**STUDY MATERIAL:**
/**
 * The routes drawn on a canvas: stops and depots projected from latitude/longitude (no tile
 * server, nothing fetched), one colour per vehicle, a hover tooltip with the stop's name,
 * arrival and load. The canvas' `data-routes` attribute lists the drawn routes for tests.
 */
import type { Plan, Problem } from "../core/index.js";
import { fitEquirectangular } from "./fitEquirectangular.js";
import { formatClock } from "./formatClock.js";
import { vehicleColour } from "./vehicleColour.js";

interface HoverPoint {
  readonly x: number;
  readonly y: number;
  readonly text: string;
}

/** Draws a plan and answers hovers. */
export class RouteMap {
  private hoverPoints: HoverPoint[] = [];
  private last: { problem: Problem; plan: Plan } | undefined;

  /**
   * @param canvas - the canvas to draw on (sized by CSS; redrawn at device resolution)
   * @param tooltip - an absolutely positioned element inside the canvas' positioned parent
   * @param legend - a list element that receives one item per used vehicle
   */
  constructor(
    private readonly canvas: HTMLCanvasElement,
    private readonly tooltip: HTMLElement,
    private readonly legend: HTMLElement,
  ) {
    canvas.addEventListener("mousemove", (e) => this.hover(e.offsetX, e.offsetY));
    canvas.addEventListener("mouseleave", () => (this.tooltip.hidden = true));
    window.addEventListener("resize", () => this.last && this.draw(this.last.problem, this.last.plan));
  }

  /**
   * Draw `plan` of `problem`, replacing what was there.
   *
   * @param problem - the solved problem (locations, stops, vehicles)
   * @param plan - its plan
   * @example map.draw(read.problem, result.plan)
   */
  draw(problem: Problem, plan: Plan): void {
    this.last = { problem, plan };
    const cssW = this.canvas.clientWidth || 320;
    const cssH = this.canvas.clientHeight || 260;
    const ratio = window.devicePixelRatio || 1;
    this.canvas.width = Math.round(cssW * ratio);
    this.canvas.height = Math.round(cssH * ratio);
    const ctx = this.canvas.getContext("2d");
    if (!ctx) return;
    ctx.setTransform(ratio, 0, 0, ratio, 0, 0);
    ctx.clearRect(0, 0, cssW, cssH);
    const used = new Set<number>([
      ...problem.stops.map((s) => s.location),
      ...problem.vehicles.flatMap((v) => [v.startLocation, v.endLocation]),
    ]);
    const shown = [...used].map((i) => problem.locations[i]).filter((p) => p !== undefined);
    if (shown.length === 0) return;
    const proj = fitEquirectangular(shown, cssW, cssH, 22);
    const at = (loc: number) => proj.project(problem.locations[loc] ?? { lat: 0, lon: 0 });
    this.hoverPoints = [];
    this.legend.replaceChildren();
    const drawn: { vehicle: string; stops: string[] }[] = [];
    // The scale goes first, under routes and depots, so it never hides a depot.
    this.drawScale(ctx, proj.pxPerKm, cssH);

    plan.routes.forEach((route, r) => {
      if (route.visits.length === 0) return;
      const vehicle = problem.vehicles[route.vehicle];
      if (!vehicle) return;
      const colour = vehicleColour(r);
      const path = [vehicle.startLocation, ...route.visits.map((v) => problem.stops[v.stop]?.location ?? 0), vehicle.endLocation];
      ctx.strokeStyle = colour;
      ctx.lineWidth = 2;
      ctx.lineJoin = "round";
      ctx.beginPath();
      path.forEach((loc, i) => {
        const p = at(loc);
        if (i === 0) ctx.moveTo(p.x, p.y);
        else ctx.lineTo(p.x, p.y);
      });
      ctx.stroke();
      route.visits.forEach((visit, i) => {
        const stop = problem.stops[visit.stop];
        if (!stop) return;
        const p = at(stop.location);
        ctx.fillStyle = "#fff";
        ctx.beginPath();
        ctx.arc(p.x, p.y, 4.5, 0, 2 * Math.PI);
        ctx.fill();
        ctx.lineWidth = 2;
        ctx.stroke();
        const load = visit.loadAfter.map((l, d) => `${round1(l)} ${problem.loadDimensions[d] ?? ""}`.trim()).join(", ");
        this.hoverPoints.push({
          x: p.x,
          y: p.y,
          text: `${stop.name || stop.id} · ${vehicle.id} #${i + 1} · arrives ${formatClock(visit.arrivalMin)} · load after ${load}`,
        });
      });
      // The vehicle label sits at its first stop, so routes from one depot stay distinguishable.
      const first = route.visits[0];
      const firstStop = first ? problem.stops[first.stop] : undefined;
      if (firstStop) {
        const p = at(firstStop.location);
        ctx.font = "600 11px Segoe UI, sans-serif";
        // Keep the label inside the canvas: flip it to the left of the stop near the right edge.
        const labelW = ctx.measureText(vehicle.id).width;
        const lx = p.x + 7 + labelW > cssW - 2 ? p.x - 7 - labelW : p.x + 7;
        const ly = Math.max(12, p.y - 6);
        ctx.lineWidth = 3;
        ctx.strokeStyle = "rgba(255,255,255,0.9)";
        ctx.strokeText(vehicle.id, lx, ly);
        ctx.fillStyle = colour;
        ctx.fillText(vehicle.id, lx, ly);
      }
      drawn.push({ vehicle: vehicle.id, stops: route.visits.map((v) => problem.stops[v.stop]?.id ?? "?") });
      const item = document.createElement("li");
      const swatch = document.createElement("span");
      swatch.className = "swatch";
      swatch.style.background = colour;
      item.append(swatch, `${vehicle.id}: ${route.visits.length} stops, ${round1(route.distanceKm)} km`);
      this.legend.append(item);
    });

    // Depots on top: a dark square.
    const depots = new Set(problem.vehicles.flatMap((v) => [v.startLocation, v.endLocation]));
    for (const loc of depots) {
      const p = at(loc);
      ctx.fillStyle = "#242424";
      ctx.fillRect(p.x - 5, p.y - 5, 10, 10);
      const name = problem.locations[loc]?.name ?? "Depot";
      this.hoverPoints.push({ x: p.x, y: p.y, text: `${name} (depot)` });
    }
    // Unassigned stops: grey crosses.
    for (const u of plan.unassigned) {
      const stop = problem.stops[u.stop];
      if (!stop) continue;
      const p = at(stop.location);
      ctx.strokeStyle = "#8a8a8a";
      ctx.lineWidth = 2;
      ctx.beginPath();
      ctx.moveTo(p.x - 4, p.y - 4);
      ctx.lineTo(p.x + 4, p.y + 4);
      ctx.moveTo(p.x + 4, p.y - 4);
      ctx.lineTo(p.x - 4, p.y + 4);
      ctx.stroke();
      this.hoverPoints.push({ x: p.x, y: p.y, text: `${stop.name || stop.id} · not served: ${u.reason}` });
    }
    this.canvas.dataset.routes = JSON.stringify(drawn);
  }

  private drawScale(ctx: CanvasRenderingContext2D, pxPerKm: number, cssH: number): void {
    const targetPx = 80;
    const km = niceStep(targetPx / pxPerKm);
    const px = km * pxPerKm;
    const x = 10,
      y = cssH - 10;
    const label = `${km} km (straight line)`;
    ctx.font = "11px Segoe UI, sans-serif";
    // A light box keeps the scale readable over routes and depots.
    ctx.fillStyle = "rgba(247,245,242,0.85)";
    ctx.fillRect(x - 4, y - 18, Math.max(px, ctx.measureText(label).width + 8) + 8, 22);
    ctx.strokeStyle = "#424242";
    ctx.lineWidth = 1.5;
    ctx.beginPath();
    ctx.moveTo(x, y - 4);
    ctx.lineTo(x, y);
    ctx.lineTo(x + px, y);
    ctx.lineTo(x + px, y - 4);
    ctx.stroke();
    ctx.fillStyle = "#424242";
    ctx.fillText(label, x + 4, y - 5);
  }

  private hover(x: number, y: number): void {
    let best: HoverPoint | undefined;
    let bestD = 8 * 8;
    for (const p of this.hoverPoints) {
      const d = (p.x - x) ** 2 + (p.y - y) ** 2;
      if (d <= bestD) {
        best = p;
        bestD = d;
      }
    }
    if (!best) {
      this.tooltip.hidden = true;
      return;
    }
    this.tooltip.textContent = best.text;
    this.tooltip.hidden = false;
    const maxLeft = Math.max(0, this.canvas.clientWidth - this.tooltip.offsetWidth - 4);
    this.tooltip.style.left = `${Math.min(best.x + 10, maxLeft)}px`;
    this.tooltip.style.top = `${Math.max(0, best.y - 30)}px`;
  }
}

function round1(x: number): number {
  return Math.round(x * 10) / 10;
}

/** 1, 2 or 5 times a power of ten, at most `x`. */
function niceStep(x: number): number {
  if (!(x > 0) || !Number.isFinite(x)) return 1;
  const p = 10 ** Math.floor(Math.log10(x));
  const m = x / p;
  return (m >= 5 ? 5 : m >= 2 ? 2 : 1) * p;
}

**EXERCISE PROMPT:** Take each line above that contains "rgba" and copy it out.

**SOLUTION TO THE EXERCISE:**
        ctx.strokeStyle = "rgba(255,255,255,0.9)";
    ctx.fillStyle = "rgba(247,245,242,0.85)";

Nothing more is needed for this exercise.